**TO DO:** Print every line exactly as it appears in the material below.
###
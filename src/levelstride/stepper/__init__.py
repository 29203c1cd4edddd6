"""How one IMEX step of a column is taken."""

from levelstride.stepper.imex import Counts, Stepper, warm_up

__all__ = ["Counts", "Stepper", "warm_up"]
###
**WRITTEN ANSWER:**
filename src/levelstride/stepper/__init__.py
repository 29203c1cd4edddd6
"""How one IMEX step of a column is taken."""

from levelstride.stepper.imex import Counts, Stepper, warm_up

__all__ = ["Counts", "Stepper", "warm_up"]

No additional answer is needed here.